Linkability is easily achieved by searching for overlapping text phrases found in both the de-identified text and the original source. Most phrases of more than 5-6 words will rarely occur more than once in a collection of text documents, and can therefore easily be exploited to link de-identified documents with their original source. In the 13 759 court cases employed

The phrase “was advised that an appeal against” found in element 6 in the above example, occurs only once in the 13759 court cases considered in this case study.
Phrases like “rejected his claim” and “could not be accepted” found in elements 4 and 6 respectively are individually found in multiple documents in this corpus, but they co-occur only once.

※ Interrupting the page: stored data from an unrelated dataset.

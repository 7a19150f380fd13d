package network

import (
	"fmt"
	"slices"

	"kinetarium/network/expr"
)

// Sensitivities across events.
//
// An event at time τ maps the state y⁻ just before it to y⁺ = h(y⁻, q):
// an add raises y_S by amount/V, a set gives y_S a value. Differentiating
// y⁺(q) = h(y⁻(τ(q), q), q) gives the jump of the sensitivities
// (Hindmarsh et al., ACM TOMS 31, 2005, for CVODES's treatment of
// discontinuities; Galán, Feehery & Barton, Appl. Numer. Math. 31, 1999,
// for hybrid systems; common practice):
//
//	s⁺ = (∂h/∂y)·s⁻ + ∂h/∂q + ((∂h/∂y)·f⁻ + ∂h/∂t − f⁺)·dτ/dq,
//
// with f⁻ = f(τ, y⁻) and f⁺ = f(τ, y⁺). For a timed event τ = at + k·every
// (k-th occurrence), so dτ/dq is 1 or k for the parameter or knob that
// gives at or every, and 0 otherwise; for a condition g(t, y, q) = 0,
// dτ/dq = −(∇g·s⁻ + ∂g/∂q)/(∇g·f⁻ + ∂g/∂t). Amounts and values may be
// expressions of species and parameters; every derivative is symbolic.
//
// Not carried by the rule, and to be taken by central differences of
// whole solves instead (SensJump.Inexact says which and why): quantities
// on which an infusion's rate or times depend (and the volume of an
// infused species' compartment), a parameter that an event sets, and
// every quantity when an event sets a parameter to an expression or when
// an event that sets a parameter has a time that depends on the
// quantities.

// SensKind says what kind of quantity a sensitivity is taken to.
type SensKind int

// The kinds of SensTarget.
const (
	SensParameter SensKind = iota // a parameter: Index in System.Parameters
	SensInitial                   // an initial value: Index in the state
	SensVolume                    // a compartment's volume: Index in System.Compartments
	SensEvent                     // an event quantity: Event is "E.FIELD"
)

// SensTarget is one quantity whose forward sensitivities a solve carries.
type SensTarget struct {
	Kind  SensKind
	Index int    // for SensParameter, SensInitial and SensVolume
	Event string // for SensEvent: "NAME.FIELD", as System.EventValue reads it
}

// DiffExpr is an expression over the state, the parameters and t (the
// model's assignments written out), compiled with its derivatives by the
// state variables, the parameters and t that it reads. Its programs read
// the vector [y | parameters | t] that System.LoadVars fills.
type DiffExpr struct {
	prog   *expr.Program
	dy, dp []dterm
	dt     *expr.Program // ∂/∂t, or nil
}

type dterm struct {
	i    int
	prog *expr.Program
}

// VarsLen is the length of the vector that DiffExpr programs read.
func (s *System) VarsLen() int { return s.n + len(s.parNames) + 1 }

// LoadVars writes [y | the current parameter values | t] into vars (of
// length VarsLen).
func (s *System) LoadVars(vars []float64, t float64, y []float64) {
	copy(vars, y[:s.n])
	for i := range s.parNames {
		vars[s.n+i] = s.Parameter(i)
	}
	vars[len(vars)-1] = t
}

// DiffExpr compiles n, with every assignment written out, and its
// derivatives for sys, the Net's compiled System.
func (net *Net) DiffExpr(sys *System, n expr.Node) (*DiffExpr, error) {
	if n == nil {
		return nil, fmt.Errorf("the expression was not checked")
	}
	n = net.inlineAssignments(n)
	slot := func(name string) (int, bool) {
		if name == "t" {
			return sys.VarsLen() - 1, true
		}
		if i, ok := sys.SpeciesIndex(name); ok {
			return i, true
		}
		if i, ok := sys.ParameterIndex(name); ok {
			return sys.Dim() + i, true
		}
		return 0, false
	}
	p, err := expr.Compile(n, slot)
	if err != nil {
		return nil, err
	}
	d := &DiffExpr{prog: p}
	for _, v := range expr.Vars(n) {
		dn := expr.Simplify(expr.Diff(n, v))
		if c, ok := expr.Const(dn); ok && c == 0 {
			continue
		}
		dp, err := expr.Compile(dn, slot)
		if err != nil {
			return nil, err
		}
		if i, ok := sys.SpeciesIndex(v); ok {
			d.dy = append(d.dy, dterm{i, dp})
		} else if i, ok := sys.ParameterIndex(v); ok {
			d.dp = append(d.dp, dterm{i, dp})
		} else if v == "t" {
			d.dt = dp
		}
	}
	return d, nil
}

// Eval is the expression's value at vars.
func (d *DiffExpr) Eval(vars []float64) float64 { return d.prog.Eval(vars) }

// Along is the derivative along a quantity at vars: ∇_y·s (s the state's
// sensitivities to it; nil for none) plus ∂/∂p_param when the quantity is
// parameter param (−1 when it is not a parameter).
func (d *DiffExpr) Along(vars, s []float64, param int) float64 {
	var v float64
	if s != nil {
		for _, dt := range d.dy {
			v += dt.prog.Eval(vars) * s[dt.i]
		}
	}
	if param >= 0 {
		for _, dt := range d.dp {
			if dt.i == param {
				v += dt.prog.Eval(vars)
			}
		}
	}
	return v
}

// gradDot is ∇_y d · v at vars.
func (d *DiffExpr) gradDot(vars, v []float64) float64 {
	var g float64
	for _, dt := range d.dy {
		g += dt.prog.Eval(vars) * v[dt.i]
	}
	return g
}

// timeDeriv is ∂d/∂t at vars.
func (d *DiffExpr) timeDeriv(vars []float64) float64 {
	if d.dt == nil {
		return 0
	}
	return d.dt.Eval(vars)
}

// SensJump carries forward sensitivities across the events of a compiled
// System by the rule above; its Jump method is the solver's hook
// (solve.SensSettings.Jump). A SensJump belongs to one System and is used
// by one solve at a time.
type SensJump struct {
	sys       *System
	targets   []SensTarget
	overrides map[string]bool
	rules     []*eventRule
	byName    map[string]*eventRule
	inexact   []string
	vars      []float64
	ycur      []float64
	ynext     []float64
	fm, fp    []float64
	corr      []float64
	ds        [][]float64
	dtau      []float64
	addVals   []float64
	setVals   []float64
}

// eventRule is what the jump needs of one event.
type eventRule struct {
	name                string
	kind                EventKind
	atParam, everyParam int    // parameter giving at or every, or −1
	atRef, everyRef     string // the event quantities "E.at", "E.every"
	adds, sets          []actRule
	cond                *DiffExpr // lhs − rhs of a condition
	given               int       // occurrences fired in this solve
}

// actRule is an add or a set of a species.
type actRule struct {
	sp, comp int
	ref      string // the event quantity of an add's amount, "E.add.S"
	val      *DiffExpr
}

// SensJump prepares the jump rule of sys (compiled from net) for the
// targets. overrides names the event quantities ("E.FIELD") whose values
// are set on the System from outside (System.SetEventValue), so that the
// model's formula for them no longer applies; every SensEvent target
// must be among them.
func (net *Net) SensJump(sys *System, targets []SensTarget, overrides map[string]bool) (*SensJump, error) {
	j := &SensJump{sys: sys, targets: slices.Clone(targets), overrides: overrides, byName: map[string]*eventRule{},
		inexact: make([]string, len(targets)), vars: make([]float64, sys.VarsLen())}
	if j.overrides == nil {
		j.overrides = map[string]bool{}
	}
	n := sys.Dim()
	j.ycur, j.ynext, j.fm, j.fp, j.corr = make([]float64, n), make([]float64, n), make([]float64, n), make([]float64, n), make([]float64, n)
	j.ds = make([][]float64, len(targets))
	for k := range j.ds {
		j.ds[k] = make([]float64, n)
	}
	j.dtau = make([]float64, len(targets))
	mark := func(k int, why string) {
		if j.inexact[k] == "" {
			j.inexact[k] = why
		}
	}
	all := func(why string) {
		for k := range targets {
			mark(k, why)
		}
	}
	isParam := func(k, p int) bool { return targets[k].Kind == SensParameter && targets[k].Index == p }
	isKnob := func(k int, ref string) bool { return targets[k].Kind == SensEvent && targets[k].Event == ref }
	for _, ce := range net.Events {
		me := &net.Model.Events[ce.Index]
		r := &eventRule{name: ce.Name, kind: ce.Kind, atParam: -1, everyParam: -1,
			atRef: ce.Name + ".at", everyRef: ce.Name + ".every"}
		param := func(v Value) int {
			if v.Set && v.Name != "" {
				if i, ok := sys.ParameterIndex(v.Name); ok {
					return i
				}
			}
			return -1
		}
		r.atParam, r.everyParam = param(me.At), param(me.Every)
		// Does the event's time depend on target k?
		timeDepends := func(k int) bool {
			switch ce.Kind {
			case Triggered:
				return true
			case Timed:
				return (!j.overrides[r.atRef] && r.atParam >= 0 && isParam(k, r.atParam)) || isKnob(k, r.atRef) ||
					(!j.overrides[r.everyRef] && r.everyParam >= 0 && isParam(k, r.everyParam)) || isKnob(k, r.everyRef)
			}
			return false
		}
		for _, ch := range ce.Set {
			if !ch.Parameter {
				continue
			}
			for k := range targets {
				if isParam(k, ch.Index) {
					mark(k, fmt.Sprintf("event %q sets it", ce.Name))
				}
				if timeDepends(k) {
					mark(k, fmt.Sprintf("the time of event %q, which sets parameter %q, depends on it", ce.Name, ch.Target))
				}
			}
			if len(expr.Vars(ch.Expr)) > 0 {
				all(fmt.Sprintf("event %q sets parameter %q to an expression", ce.Name, ch.Target))
			}
		}
		if ce.Kind == Infusion {
			times := []struct {
				v   Value
				ref string
			}{{me.From, ce.Name + ".from"}, {me.To, ce.Name + ".to"}, {me.Every, ce.Name + ".every"}}
			for k := range targets {
				for _, tv := range times {
					if isKnob(k, tv.ref) || (!j.overrides[tv.ref] && param(tv.v) >= 0 && isParam(k, param(tv.v))) {
						mark(k, fmt.Sprintf("the times of infusion %q depend on it", ce.Name))
					}
				}
			}
			for _, ch := range ce.Infuse {
				ref := ce.Name + ".infuse." + ch.Target
				vars := expr.Vars(net.inlineAssignments(ch.Expr))
				for _, v := range vars {
					if _, ok := sys.SpeciesIndex(v); ok {
						all(fmt.Sprintf("the rate of infusion %q depends on the state", ce.Name))
					}
				}
				comp := sys.SpeciesCompartment(ch.Index)
				for k, t := range targets {
					switch {
					case isKnob(k, ref):
						mark(k, fmt.Sprintf("it is the rate of infusion %q", ce.Name))
					case t.Kind == SensParameter && !j.overrides[ref] && slices.Contains(vars, sys.Parameters()[t.Index]):
						mark(k, fmt.Sprintf("the rate of infusion %q depends on it", ce.Name))
					case t.Kind == SensVolume && t.Index == comp:
						mark(k, fmt.Sprintf("infusion %q feeds a species of that compartment", ce.Name))
					}
				}
			}
			continue
		}
		for _, ch := range ce.Add {
			d, err := net.DiffExpr(sys, ch.Expr)
			if err != nil {
				return nil, fmt.Errorf("event %q: add %s: %w", ce.Name, ch.Target, err)
			}
			r.adds = append(r.adds, actRule{sp: ch.Index, comp: sys.SpeciesCompartment(ch.Index), ref: ce.Name + ".add." + ch.Target, val: d})
		}
		for _, ch := range ce.Set {
			if ch.Parameter {
				continue
			}
			d, err := net.DiffExpr(sys, ch.Expr)
			if err != nil {
				return nil, fmt.Errorf("event %q: set %s: %w", ce.Name, ch.Target, err)
			}
			r.sets = append(r.sets, actRule{sp: ch.Index, val: d})
		}
		if ce.Kind == Triggered {
			d, err := net.DiffExpr(sys, expr.Sub(ce.Cond[0], ce.Cond[1]))
			if err != nil {
				return nil, fmt.Errorf("event %q: condition: %w", ce.Name, err)
			}
			r.cond = d
		}
		// The solver's indices of species are the model's.
		j.rules = append(j.rules, r)
		j.byName[r.name] = r
	}
	na, ns := 0, 0
	for _, r := range j.rules {
		na, ns = max(na, len(r.adds)), max(ns, len(r.sets))
	}
	j.addVals, j.setVals = make([]float64, na), make([]float64, ns)
	return j, nil
}

// Inexact returns, for each target the rule cannot carry across the
// events, why (its sensitivities are then to be taken by differences of
// whole solves); "" for the others.
func (j *SensJump) Inexact() []string { return slices.Clone(j.inexact) }

// Reset starts a solve: no event has fired.
func (j *SensJump) Reset() {
	for _, r := range j.rules {
		r.given = 0
	}
}

// param is target k's parameter index, or −1.
func (j *SensJump) param(k int) int {
	if j.targets[k].Kind == SensParameter {
		return j.targets[k].Index
	}
	return -1
}

// value returns an action's value at the point loaded.
func (j *SensJump) value(a *actRule) float64 {
	if a.ref != "" && j.overrides[a.ref] {
		v, _ := j.sys.EventValue(a.ref)
		return v
	}
	return a.val.Eval(j.vars)
}

// actionDeriv is the derivative of an action's value along target k, with
// the state's sensitivities s to it.
func (j *SensJump) actionDeriv(a *actRule, k int, s []float64) float64 {
	if a.ref != "" && j.overrides[a.ref] {
		if t := j.targets[k]; t.Kind == SensEvent && t.Event == a.ref {
			return 1
		}
		return 0
	}
	return a.val.Along(j.vars, s, j.param(k))
}

// Jump is the solver's hook: it carries the sensitivities s (s[k] for
// target k, in place) across the events fired at t, one event at a time
// in the order they acted; before and after are the state around them.
func (j *SensJump) Jump(t float64, fired []string, before, after []float64, s [][]float64) {
	sys := j.sys
	ycur, ynext := j.ycur, j.ynext
	copy(ycur, before)
	for _, name := range fired {
		r := j.byName[name]
		if r == nil {
			continue // an infusion's start or end: the state does not jump
		}
		occ := r.given
		r.given++
		sys.LoadVars(j.vars, t, ycur)
		// The new state.
		copy(ynext, ycur)
		addVals, setVals := j.addVals[:len(r.adds)], j.setVals[:len(r.sets)]
		for i := range r.adds {
			addVals[i] = j.value(&r.adds[i])
		}
		for i := range r.sets {
			setVals[i] = j.value(&r.sets[i])
		}
		for i, a := range r.adds {
			ynext[a.sp] += addVals[i] / sys.AmountVolume(a.comp)
		}
		for i, a := range r.sets {
			ynext[a.sp] = setVals[i]
		}
		// dτ/dq for each target.
		var gdot float64
		needF := false
		dtau := j.dtau
		clear(dtau)
		if r.kind == Triggered {
			sys.RHS(t, ycur, j.fm)
			sys.LoadVars(j.vars, t, ycur)
			gdot = r.cond.gradDot(j.vars, j.fm) + r.cond.timeDeriv(j.vars)
		}
		for k, tg := range j.targets {
			switch r.kind {
			case Triggered:
				if gdot != 0 {
					dtau[k] = -r.cond.Along(j.vars, s[k], j.param(k)) / gdot
				}
			case Timed:
				if (tg.Kind == SensEvent && tg.Event == r.atRef) || (!j.overrides[r.atRef] && r.atParam >= 0 && tg.Kind == SensParameter && tg.Index == r.atParam) {
					dtau[k]++
				}
				if (tg.Kind == SensEvent && tg.Event == r.everyRef) || (!j.overrides[r.everyRef] && r.everyParam >= 0 && tg.Kind == SensParameter && tg.Index == r.everyParam) {
					dtau[k] += float64(occ)
				}
			}
			needF = needF || dtau[k] != 0
		}
		// (∂h/∂y)·f⁻ + ∂h/∂t − f⁺, when some dτ/dq is not zero.
		corr := j.corr
		if needF {
			sys.RHS(t, ycur, j.fm)
			sys.RHS(t, ynext, j.fp)
			sys.LoadVars(j.vars, t, ycur)
			copy(corr, j.fm)
			for _, a := range r.adds {
				if a.ref != "" && j.overrides[a.ref] {
					continue
				}
				v := a.val.gradDot(j.vars, j.fm) + a.val.timeDeriv(j.vars)
				corr[a.sp] += v / sys.AmountVolume(a.comp)
			}
			for _, a := range r.sets {
				corr[a.sp] = a.val.gradDot(j.vars, j.fm) + a.val.timeDeriv(j.vars)
			}
			for i := range corr {
				corr[i] -= j.fp[i]
			}
		}
		// The new sensitivities, all from the old ones.
		for k, tg := range j.targets {
			sk, dk := s[k], j.ds[k]
			copy(dk, sk)
			for i, a := range r.adds {
				v := sys.AmountVolume(a.comp)
				d := j.actionDeriv(&r.adds[i], k, sk) / v
				if tg.Kind == SensVolume && tg.Index == a.comp {
					// The knob is the volume in its own unit, v/VolumeScale.
					d -= addVals[i] / (v * v) * sys.VolumeScale(a.comp)
				}
				dk[a.sp] += d
			}
			for i, a := range r.sets {
				dk[a.sp] = j.actionDeriv(&r.sets[i], k, sk)
			}
			if dtau[k] != 0 {
				for i := range dk {
					dk[i] += corr[i] * dtau[k]
				}
			}
		}
		for k := range j.targets {
			copy(s[k], j.ds[k])
		}
		copy(ycur, ynext)
	}
}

To robustly protect against linkability, one would therefore need remove all phrases that can, either in isolation or combination, be employed to trace back to the original version. This can be done by way of an inverted index, mapping each word/phrase to documents where they appear:

from typing import List, Dict, Set

def create_inverted_index(documents: List[str]) -> Dict[str, Set[int]]:
    """
    Create an inverted index for the given list of documents.

    Args:
        documents: A list of strings representing the documents.

    Returns:
        An inverted index dictionary where the keys are words and the values are sets of document IDs.

    """
    inverted_index = {}
    for doc_id, document in enumerate(documents):
        words = document.split()
        for word in words:
            if word not in inverted_index:
                inverted_index[word] = set()
            inverted_index[word].add(doc_id)
    return inverted_index

def find_unique_phrases(inverted_index):
    unique_phrases = []
    for phrase, doc_ids in inverted_index.items():
        if len(doc_ids) == 1:
            unique_phrases.append(phrase)
    return unique_phrases

def remove_unique_phrases(documents, unique_phrases):
    """
    Remove unique phrases from a collection of documents.

    Args:
        documents: A list of strings representing the documents.
        unique_phrases: A list of unique phrases to be removed.

    Returns:
        A list of strings representing the documents with unique phrases removed.

    """
    cleaned_documents = []
    for document in documents:
        words = document.split()
        cleaned_words = [word for word in words if word not in unique_phrases]
        cleaned_document = " ".join(cleaned_words)
        cleaned_documents.append(cleaned_document)
    return cleaned_documents

As the example in Tab. 6.3 shows, this will often require the removal of most of the document’s content, severely reducing the information utility of the remaining document. Setting aside prepositions and articles, the only remaining content words are ‘applicant’, ‘born’, ‘lives’ and ‘law’.